---------- AVAILABLE RECORDS ----------

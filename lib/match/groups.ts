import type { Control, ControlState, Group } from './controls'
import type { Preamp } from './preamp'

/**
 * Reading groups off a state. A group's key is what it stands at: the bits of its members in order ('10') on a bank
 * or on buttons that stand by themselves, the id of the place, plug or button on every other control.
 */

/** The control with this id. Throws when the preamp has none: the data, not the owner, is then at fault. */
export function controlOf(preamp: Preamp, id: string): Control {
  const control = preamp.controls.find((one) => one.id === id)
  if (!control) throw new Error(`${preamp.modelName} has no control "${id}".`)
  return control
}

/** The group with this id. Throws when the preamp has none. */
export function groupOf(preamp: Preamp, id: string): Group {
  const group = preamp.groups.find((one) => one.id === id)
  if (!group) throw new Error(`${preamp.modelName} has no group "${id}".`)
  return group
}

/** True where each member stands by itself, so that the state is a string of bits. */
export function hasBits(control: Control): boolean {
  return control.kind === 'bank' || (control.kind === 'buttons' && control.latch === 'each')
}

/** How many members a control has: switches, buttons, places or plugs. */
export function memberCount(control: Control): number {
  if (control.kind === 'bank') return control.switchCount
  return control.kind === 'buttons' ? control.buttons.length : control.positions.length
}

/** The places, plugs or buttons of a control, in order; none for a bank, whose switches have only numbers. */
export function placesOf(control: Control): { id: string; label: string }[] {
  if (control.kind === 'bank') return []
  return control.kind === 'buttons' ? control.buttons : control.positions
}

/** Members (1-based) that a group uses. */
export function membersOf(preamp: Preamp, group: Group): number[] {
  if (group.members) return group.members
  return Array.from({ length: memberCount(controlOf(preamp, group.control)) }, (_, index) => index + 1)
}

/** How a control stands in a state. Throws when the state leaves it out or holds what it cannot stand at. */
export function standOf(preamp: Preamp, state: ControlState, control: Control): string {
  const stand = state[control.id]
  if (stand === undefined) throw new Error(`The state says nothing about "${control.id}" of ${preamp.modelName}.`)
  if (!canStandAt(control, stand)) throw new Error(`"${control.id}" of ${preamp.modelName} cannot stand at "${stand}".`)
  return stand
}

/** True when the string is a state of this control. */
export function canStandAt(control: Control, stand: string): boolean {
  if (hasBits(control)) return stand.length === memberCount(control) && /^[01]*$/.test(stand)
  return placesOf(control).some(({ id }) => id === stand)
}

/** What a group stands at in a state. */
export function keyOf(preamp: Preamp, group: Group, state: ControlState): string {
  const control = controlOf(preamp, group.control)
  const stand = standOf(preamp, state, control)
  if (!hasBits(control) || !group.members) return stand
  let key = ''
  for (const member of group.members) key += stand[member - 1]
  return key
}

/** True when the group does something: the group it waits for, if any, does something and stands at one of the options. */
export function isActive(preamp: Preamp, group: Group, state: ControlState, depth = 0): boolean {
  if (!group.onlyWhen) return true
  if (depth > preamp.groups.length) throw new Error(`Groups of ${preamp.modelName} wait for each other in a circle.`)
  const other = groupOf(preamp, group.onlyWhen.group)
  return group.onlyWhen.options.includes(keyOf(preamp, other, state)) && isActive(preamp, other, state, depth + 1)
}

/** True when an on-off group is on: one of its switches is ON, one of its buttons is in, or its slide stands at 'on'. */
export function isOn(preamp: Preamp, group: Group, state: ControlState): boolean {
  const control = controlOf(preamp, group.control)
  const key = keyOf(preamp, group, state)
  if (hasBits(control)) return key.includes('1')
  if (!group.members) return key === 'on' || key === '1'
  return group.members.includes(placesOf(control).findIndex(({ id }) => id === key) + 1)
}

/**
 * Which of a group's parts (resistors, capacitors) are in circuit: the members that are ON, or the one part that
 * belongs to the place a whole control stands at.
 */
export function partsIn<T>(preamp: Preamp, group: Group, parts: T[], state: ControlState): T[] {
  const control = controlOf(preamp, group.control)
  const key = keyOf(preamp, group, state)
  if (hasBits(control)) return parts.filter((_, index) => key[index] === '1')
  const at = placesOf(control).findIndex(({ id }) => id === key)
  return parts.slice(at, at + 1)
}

----------

[PROBLEM DETAILS]: Set down, unchanged, only those lines above that fall between the line with "group uses. */" and the line with "stand at. */", the two end lines included.

[EXERCISE ANSWER]:
/** Members (1-based) that a group uses. */
export function membersOf(preamp: Preamp, group: Group): number[] {
  if (group.members) return group.members
  return Array.from({ length: memberCount(controlOf(preamp, group.control)) }, (_, index) => index + 1)
}

/** How a control stands in a state. Throws when the state leaves it out or holds what it cannot stand at. */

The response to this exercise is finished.